テイクアウトマーケットとサービスについて

テイクアウトマーケットとサービスについて

目次

テイクアウトについての考察

そもそもテイクアウトとは何か?なのだが、皆さんがよく利用しているコンビニや弁当屋、デパ地下での食事の買い物がそれにあたる。
外食やホームデリバリーとは違い、テイクアウトは、基本店頭に出向き、店頭で商品を選び、決済し、持ち帰るという流れのカテゴリである。
このカテゴリが現在、IT化の流れが徐々に起きつつある。なぜだろうか?
よくよく考えると外食カテゴリでは、ぐるなびやホットペッパーがあり、デリバリーカテゴリは、出前館があるのに対し、今までは、テイクアウトといえばという代名詞が無かったのが不思議なくらいだ。今回は、そこに着目し、考察したいと思う。

テイクアウトマーケット

2017年度のテイクアウトマーケットは約7兆円と大きなマーケットとなっており、まだまだ成長を続けている。

出典:富士経済

それを牽引しているのは、CVSと量販店デリカである。その背景としては、高齢者世帯や単身世帯の増加、女性の社会進出といった社会構造の変化による影響が考えられる。
家庭で調理するよりもスーパーやコンビニで惣菜を購入した方が効率的だと考える人が増加しているのも大きな要因であろう。また、外食業態の店舗も外食離れによりマーケットが横ばいな中でテイクアウトサービスを展開し始めている店舗も増えてきている。

そんな中で今までテイクアウトカテゴリでIT化が進んでいなかったが、昨今テイクアウトに特化したサービスが立ち上がってきたので、その兆候を国内事例を交えて見ていきたいと思う。

国内プレイヤー

まずは、テイクアウトサービスで国内先陣を走っているのが、《O:der》であろう。

2013年7月にリリースし、トリドールなど大手の顧客を獲得している。テイクアウトサービス以外にも順番待ち管理サービス《O:der in Time》やセルフ注文ソリューション《O:der by Self》など展開しており、その中でも接客・購買ナビゲーションサービス《O:der Cognis》というサービスが面白いと思った。実店舗やECサイトでの販売シーンに特化した、チャット形式での対話型UI(チャットボット)サービスで、端末上でAI(人工知能)と対話をすることで、その文脈からユーザーの潜在的なニーズや嗜好を判断できるらしい。店頭でスタッフが実際に販売するシーンのように、一人ひとりの好みにフィットした商品をレコメンドすることが可能とのこと。現在、チャットボット業界が盛り上がっている中、早期にこのようなサービスを展開しているところは先見性がある。

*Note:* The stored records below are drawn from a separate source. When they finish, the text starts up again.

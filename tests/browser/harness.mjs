// Shared harness for the headless-browser tests (node --test).
//
// startServer() runs `catoptric serve --port 0` on loopback and returns its
// URL; launchBrowser() starts the system Chromium through playwright-core
// with networking limited to 127.0.0.1. Nothing here downloads anything.
//
// The server binary is $CATOPTRIC_BIN when set (pkg-config/test.sh sets it),
// else the newer of target/release/catoptric and target/debug/catoptric
// (under $CARGO_TARGET_DIR when set).

import assert from 'node:assert/strict';
import { execFileSync, spawn } from 'node:child_process';
import { existsSync, mkdtempSync, rmSync, statSync } from 'node:fs';
import { tmpdir } from 'node:os';
import { createRequire } from 'node:module';
import { dirname, join, resolve } from 'node:path';
import { fileURLToPath } from 'node:url';

export const REPO = resolve(dirname(fileURLToPath(import.meta.url)), '..', '..');
export const WWW = join(REPO, 'www');
export const CHROMIUM = process.env.CHROMIUM_PATH || '/usr/bin/chromium';

const STARTUP_MS = 20_000;
const STOP_MS = 5_000;

/** Path of the catoptric binary to run. */
export function serverBinary() {
  if (process.env.CATOPTRIC_BIN) return process.env.CATOPTRIC_BIN;
  const target = process.env.CARGO_TARGET_DIR
    ? resolve(REPO, process.env.CARGO_TARGET_DIR)
    : join(REPO, 'target');
  const found = ['release', 'debug']
    .map((p) => join(target, p, 'catoptric'))
    .filter((p) => existsSync(p))
    .sort((a, b) => statSync(b).mtimeMs - statSync(a).mtimeMs);
  if (found.length === 0) {
    throw new Error(`no catoptric binary under ${target}; run cargo build first`);
  }
  return found[0];
}

/**
 * Starts `catoptric serve --port 0 --root <root>` and resolves once it has
 * printed its address. Returns { url, port, stop }; `url` ends with '/'.
 * `stop()` ends the server and resolves when it has exited.
 */
export function startServer({ root = WWW, args = [] } = {}) {
  const bin = serverBinary();
  const child = spawn(bin, ['serve', '--port', '0', '--root', root, ...args], {
    stdio: ['ignore', 'pipe', 'pipe'],
  });
  let exited = false;
  const exitedP = new Promise((res) => child.once('exit', () => { exited = true; res(); }));
  const stop = async () => {
    if (!exited) child.kill('SIGTERM');
    const timer = setTimeout(() => { if (!exited) child.kill('SIGKILL'); }, STOP_MS);
    await exitedP;
    clearTimeout(timer);
  };
  return new Promise((res, rej) => {
    let out = '';
    let err = '';
    const fail = (why) => {
      clearTimeout(timer);
      stop().finally(() => rej(new Error(`${why}\nstdout: ${out}\nstderr: ${err}`)));
    };
    const timer = setTimeout(() => fail(`server did not print its address within ${STARTUP_MS} ms`), STARTUP_MS);
    child.stderr.on('data', (d) => { err += d; });
    child.stdout.on('data', (d) => {
      out += d;
      const m = /http:\/\/127\.0\.0\.1:(\d+)\//.exec(out);
      if (m) {
        clearTimeout(timer);
        child.stdout.removeAllListeners('data');
        child.stdout.resume();
        const port = Number(m[1]);
        res({ url: `http://127.0.0.1:${port}/`, port, stop, output: () => out });
      }
    });
    child.once('error', (e) => fail(`cannot start ${bin}: ${e.message}`));
    child.once('exit', (code) => { if (!/127\.0\.0\.1:\d+/.test(out)) fail(`server exited with code ${code}`); });
  });
}

/** playwright-core, installed in pkg-config/node_modules. */
export function playwright() {
  const require = createRequire(join(REPO, 'pkg-config', 'package.json'));
  return require('playwright-core');
}

/** Launches headless system Chromium; the caller closes it. */
export async function launchBrowser() {
  const { chromium } = playwright();
  return chromium.launch({
    executablePath: CHROMIUM,
    headless: true,
    args: [
      '--no-sandbox',
      '--disable-gpu',
      '--disable-quic',
      '--no-first-run',
      '--disable-background-networking',
      '--disable-component-update',
      '--disable-sync',
      '--host-resolver-rules=MAP * ~NOTFOUND , EXCLUDE 127.0.0.1',
    ],
  });
}

/**
 * Records what a page complains about: console errors, uncaught
 * exceptions, failed requests and any request to another origin.
 * Returns { errors, external }; both are arrays of strings.
 */
export function watchPage(page, origin) {
  const errors = [];
  const external = [];
  page.on('console', (m) => { if (m.type() === 'error') errors.push(`console: ${m.text()}`); });
  page.on('pageerror', (e) => errors.push(`pageerror: ${e.message}`));
  page.on('requestfailed', (r) => errors.push(`requestfailed: ${r.url()} ${r.failure()?.errorText ?? ''}`));
  page.on('request', (r) => {
    const u = r.url();
    if (!u.startsWith(origin) && !u.startsWith('data:') && !u.startsWith('blob:')) external.push(u);
  });
  return { errors, external };
}

/** Longest wait for the page to finish its full trace, ms. */
export const READY_MS = 60_000;

/** Waits until the page has traced its current layout with the full ray count. */
export async function settled(page, timeout = READY_MS) {
  await page.waitForFunction(
    () => document.body.dataset.ready === 'true' && document.body.dataset.trace === 'full',
    null, { timeout },
  );
}

/** Runs the native `catoptric` with `args` and returns its stdout. */
export function native(args) {
  return execFileSync(serverBinary(), args, { encoding: 'utf8' });
}

/**
 * Equality of one figure computed by the same Rust core built for two
 * targets (common practice): a relative 1e-6, plus 1e-9 in the figure's unit
 * for values that are rounding noise around zero.
 */
export function close(a, b) {
  return Math.abs(a - b) <= 1e-6 * Math.max(Math.abs(a), Math.abs(b)) + 1e-9;
}

/** Every statistics cell: "screen|source|key" -> value. */
export async function readStats(page) {
  return page.evaluate(() => {
    const out = {};
    for (const c of document.querySelectorAll('[data-stat]')) {
      out[`${c.dataset.screen}|${c.dataset.source}|${c.dataset.stat}`] = JSON.parse(c.dataset.value);
    }
    return out;
  });
}

/** Asserts the page's cells match the native report (and that there are some). */
export function assertMatchesNative(stats, report) {
  let compared = 0;
  const check = (key, want) => {
    assert.ok(key in stats, `the page shows ${key}`);
    const got = stats[key];
    if (Array.isArray(want)) want.forEach((w, i) => assert.ok(close(got[i], w), `${key}[${i}]: page ${got[i]}, native ${w}`));
    else if (Number.isInteger(want) && /\|(hits|rays_\w+)$/.test(key)) assert.equal(got, want, key);
    else assert.ok(close(got, want), `${key}: page ${got}, native ${want}`);
    compared++;
  };
  for (const k of ['rays_launched', 'rays_escaped', 'rays_absorbed']) check(`||${k}`, report[k]);
  for (const sc of report.screens) {
    check(`${sc.id}||hits`, sc.hits);
    check(`${sc.id}||power_w`, sc.power_w);
    for (const row of sc.by_source) {
      for (const [k, v] of Object.entries(row)) {
        if (k === 'source' || (typeof v !== 'number' && !Array.isArray(v))) continue;
        check(`${sc.id}|${row.source}|${k}`, v);
      }
    }
  }
  assert.ok(compared >= 8, `compared ${compared} figures`);
}

/**
 * What a test file needs before its first test: the page server, a browser,
 * the page origin and (with `scratchPrefix`) a scratch folder. Pair with
 * tearDown().
 */
export async function setUp(scratchPrefix) {
  const server = await startServer();
  const browser = await launchBrowser();
  const scratch = scratchPrefix ? mkdtempSync(join(tmpdir(), scratchPrefix)) : undefined;
  return { server, browser, origin: server.url.slice(0, -1), scratch };
}

/** Closes what setUp() opened; safe on a partial set-up. */
export async function tearDown(env) {
  await env?.browser?.close();
  await env?.server?.stop();
  if (env?.scratch) rmSync(env.scratch, { recursive: true, force: true });
}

また、その他プレイヤーとしては、最近(2018年5月)資金調達を実施した《Picks》であろう。

Picksを提供するDIRIGIOは2016年7月設立の会社で最初は別のグルメサービスを展開していたようだが、2017年からPicksの前身となる《DoggyBag》をリリースした。
Picksはスマホから飲食店のテイクアウトメニューを事前に注文・決済することで、スムーズに料理を受け取ることができるサービスだ。
店舗にとっても、スマホひとつでテイクアウトに対応できることが魅力。何か複雑なシステムや大型の端末は不要だ。テイクアウトが人気でいつも行列ができてしまう店舗では、顧客の待ち時間を減らすことで満足度向上や離脱客を抑える効果も見込めるだろう。

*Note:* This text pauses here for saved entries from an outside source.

// The Image view (diffraction image: PSF, MTF, Zernike terms) and the
// readout's Strehl ratio taken from the PSF, in headless Chromium.
//
// Reference for the figures: the native `catoptric psf --json` on the same
// layout file (the same Rust core built natively). Tolerance: common
// practice for one computation built for two targets, a relative 1e-6
// (plus 1e-9 near zero; `close` in harness.mjs).

import { after, before, describe, test } from 'node:test';
import assert from 'node:assert/strict';
import { readFileSync, writeFileSync } from 'node:fs';
import { join } from 'node:path';
import { WWW, close, native, setUp, settled, tearDown, watchPage } from './harness.mjs';

let env;
let server;
let browser;
let origin;
let scratch;

before(async () => {
  env = await setUp('catoptric-image-');
  ({ server, browser, origin, scratch } = env);
});

after(() => tearDown(env));

const preset = (file) => join(WWW, 'presets', file);

/** Opens the layout file `path` in a fresh page (through its share link) and waits for the full trace. */
async function openLayout(path) {
  const fragment = native(['link', path]).trim();
  const ctx = await browser.newContext({ viewport: { width: 1280, height: 800 }, colorScheme: 'light', acceptDownloads: true });
  const page = await ctx.newPage();
  const seen = watchPage(page, origin);
  await page.goto(`${server.url}${fragment}`);
  await settled(page);
  return { ctx, page, seen };
}

/** Opens the drawer on the Image view and waits for its answer. */
async function showImage(page) {
  if (await page.getAttribute('#drawer', 'data-open') !== 'true') await page.click('#btn-drawer');
  await page.click('#view-tabs [data-view="image"]');
  await page.waitForFunction(() => {
    const d = document.getElementById('drawer');
    return !document.getElementById('view-image').hidden && d.getAnimations().length === 0 && d.getBoundingClientRect().height > 0;
  });
  await page.evaluate(() => window.catoptric.drawer.update());
  await page.waitForFunction(() => document.getElementById('view-image').dataset.state !== 'computing', null, { timeout: 60_000 });
}

async function figure(page, key) {
  const v = await page.getAttribute(`#view-image [data-figure="${key}"]`, 'data-value');
  assert.ok(v !== null, `the Image view shows ${key}`);
  return JSON.parse(v);
}

/** The readout's Strehl once the image worker has answered: { value, focus, text }. */
async function readoutStrehl(page) {
  await page.waitForFunction(() => {
    const s = document.querySelector('[data-readout="strehl"] b');
    return s && s.textContent !== '…';
  }, null, { timeout: 60_000 });
  return page.evaluate(() => {
    const s = document.querySelector('[data-readout="strehl"]');
    return { value: JSON.parse(s.dataset.value), focus: s.dataset.focus, text: s.textContent };
  });
}

/** Pixels of a canvas that differ from its top-left pixel. */
async function inkPixels(page, selector) {
  return page.evaluate((sel) => {
    const c = document.querySelector(sel);
    const d = c.getContext('2d').getImageData(0, 0, c.width, c.height).data;
    let n = 0;
    for (let i = 4; i < d.length; i += 4) {
      if (Math.abs(d[i] - d[0]) + Math.abs(d[i + 1] - d[1]) + Math.abs(d[i + 2] - d[2]) > 30) n++;
    }
    return n;
  }, selector);
}

describe('the Image view', () => {
  test('sphere f/5: PSF Strehl, Zernike terms and MTF of `catoptric psf --json`; the readout takes its Strehl from the PSF', async () => {
    const path = preset('sphere-f5.json');
    const rep = JSON.parse(native(['psf', path, '--json', '--grid', '128']));
    const atScreen = JSON.parse(native(['psf', path, '--json', '--grid', '128', '--at', 'screen']));
    const { ctx, page, seen } = await openLayout(path);
    try {
      // The readout: the PSF's Strehl at the best focus, labelled so —
      // not the Maréchal estimate, which means nothing at 0.4 waves RMS.
      const ro = await readoutStrehl(page);
      assert.equal(ro.focus, 'best');
      assert.match(ro.text, /best focus/);
      assert.ok(close(ro.value, rep.strehl), `readout ${ro.value}, native ${rep.strehl}`);
      const marechal = JSON.parse(native(['trace', path, '--json'])).screens[0].by_source[0].strehl_estimate;
      assert.ok(Math.abs(ro.value - marechal) > 0.05, `the readout is not the Maréchal estimate ${marechal}`);
      // The statistics table carries the same PSF Strehl, labelled with its focus.
      await page.waitForFunction(() => {
        const c = document.querySelector('#stats [data-psf="strehl"]');
        return c && c.textContent !== '…';
      }, null, { timeout: 60_000 });
      const cell = await page.getAttribute('#stats [data-psf="strehl"][data-source="star"]', 'data-value');
      assert.ok(close(JSON.parse(cell), rep.strehl), `table ${cell}, native ${rep.strehl}`);
      assert.match(await page.textContent('#stats table.stats tbody tr:first-child th'), /Strehl \(PSF, best focus\)/);

      await showImage(page);
      assert.equal(await page.getAttribute('#view-image', 'data-state'), 'ready');
      assert.ok(close(await figure(page, 'strehl'), rep.strehl), 'Strehl from the PSF');
      assert.ok(close(await figure(page, 'wavefront_rms_waves'), rep.wavefront_rms_waves));
      assert.ok(close(await figure(page, 'cutoff_cyc_mm'), rep.mtf.cutoff_cyc_mm));
      assert.ok(close(await figure(page, 'ee80_um'), rep.ee_diffraction.ee80_um));
      const rows = await page.locator('#zernike-table tbody tr').count();
      assert.equal(rows, 28);
      const z12 = JSON.parse(await page.getAttribute('#zernike-table tr[data-zernike="12"] td:last-child', 'data-value'));
      assert.ok(close(z12, rep.zernike[12].coefficient_waves), `spherical ${z12} vs ${rep.zernike[12].coefficient_waves}`);
      assert.match(await page.textContent('#zernike-table tr[data-zernike="12"]'), /spherical/);
      assert.ok(await inkPixels(page, '#psf-canvas') > 2000, 'PSF drawn');
      assert.ok(await inkPixels(page, '#mtf-canvas') > 2000, 'MTF drawn');

      // The log scale shows the faint rings: more of the picture lights up.
      const linear = await inkPixels(page, '#psf-canvas');
      await page.check('#psf-log');
      assert.ok(await inkPixels(page, '#psf-canvas') > linear, 'log scale lights more of the picture');

      // At the screen: the screen's defocus is in the figures.
      await page.selectOption('#psf-at', 'screen');
      await page.waitForFunction(() => document.getElementById('view-image').dataset.state === 'ready');
      assert.ok(close(await figure(page, 'strehl'), atScreen.strehl), 'Strehl at the screen');
      assert.match(await page.textContent('#psf-status'), /at the screen/);

      // Exports: the MTF and the Zernike terms as CSV, the picture as PNG.
      const [mtf] = await Promise.all([page.waitForEvent('download'), page.evaluate(() => window.catoptric.exportWhat('mtf-csv'))]);
      const text = readFileSync(await mtf.path(), 'utf8');
      assert.match(text.split('\n')[0], /^frequency_cyc_mm,tangential,sagittal,diffraction_limited$/);
      const [png] = await Promise.all([page.waitForEvent('download'), page.evaluate(() => window.catoptric.exportWhat('psf-png'))]);
      assert.match(png.suggestedFilename(), /psf\.png$/);
      assert.deepEqual(seen.errors, []);
      assert.deepEqual(seen.external, []);
    } finally {
      await ctx.close();
    }
  });

  test('where a diffraction image means nothing the view and the readout say so instead of a number', async () => {
    // The sun's disk: no single wavefront.
    const sun = await openLayout(preset('solar-dish.json'));
    try {
      await showImage(sun.page);
      assert.equal(await sun.page.getAttribute('#view-image', 'data-state'), 'none');
      assert.match(await sun.page.textContent('#psf-status'), /point source/);
      assert.equal(await sun.page.locator('#view-image [data-figure="strehl"]').count(), 0);
      assert.deepEqual(sun.seen.errors, []);
    } finally {
      await sun.ctx.close();
    }
    // A few hundred hits: too few.
    const L = JSON.parse(readFileSync(preset('paraboloid-f5.json'), 'utf8'));
    L.sources[0].rays = 200;
    const path = join(scratch, 'few.json');
    writeFileSync(path, JSON.stringify(L));
    const few = await openLayout(path);
    try {
      const ro = await readoutStrehl(few.page);
      assert.equal(ro.value, null);
      assert.match(await few.page.getAttribute('[data-readout="strehl"]', 'title'), /too few/);
      await showImage(few.page);
      assert.match(await few.page.textContent('#psf-status'), /too few/);
      assert.deepEqual(few.seen.errors, []);
    } finally {
      await few.ctx.close();
    }
  });
});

また、最近では飲食店のフードロスに注目したサービス《TABETE》が面白いと思った。

それでは、フードロスとは一体何なのか。
フードロスとは、「食べることができるにも関わらず廃棄される食品」のことを指す。捨てられる食品の全てがフードロスと定義されるわけではない。
日本において、食べることができるにも関わらず廃棄される食品は年間621万トン発生していると言われている。
621万トンと言われてもうまく想像ができないが、日本国民全員が毎日おにぎり2個を捨てているくらいの量になる。凄い量だ。
このフードロスを少しでも少なくするためローンチしたのが、《TABETE》である。閉店時間やランチタイムの終わり、商品の入れ替え時間、閉店時間が近づいてロスが発生しそうになったら、その内容をTABETEのサイトに掲載し、食べ手と飲食店をつなげる。社会貢献につながる応援したいサービスである。

まとめ

このように日本の社会構造の変化により、より一層テイクアウトを提供する店舗も増えてくるだろうと予測できる。その一方で人材不足に悩む店舗にとって、テイクアウトサービスをIT化し効率化することは必須なので、
国内のプレイヤーは増加していくだろう。今後、何を差別化し、店舗とカスタマーにサービスを提供していくのかがとても楽しみなサービスカテゴリである。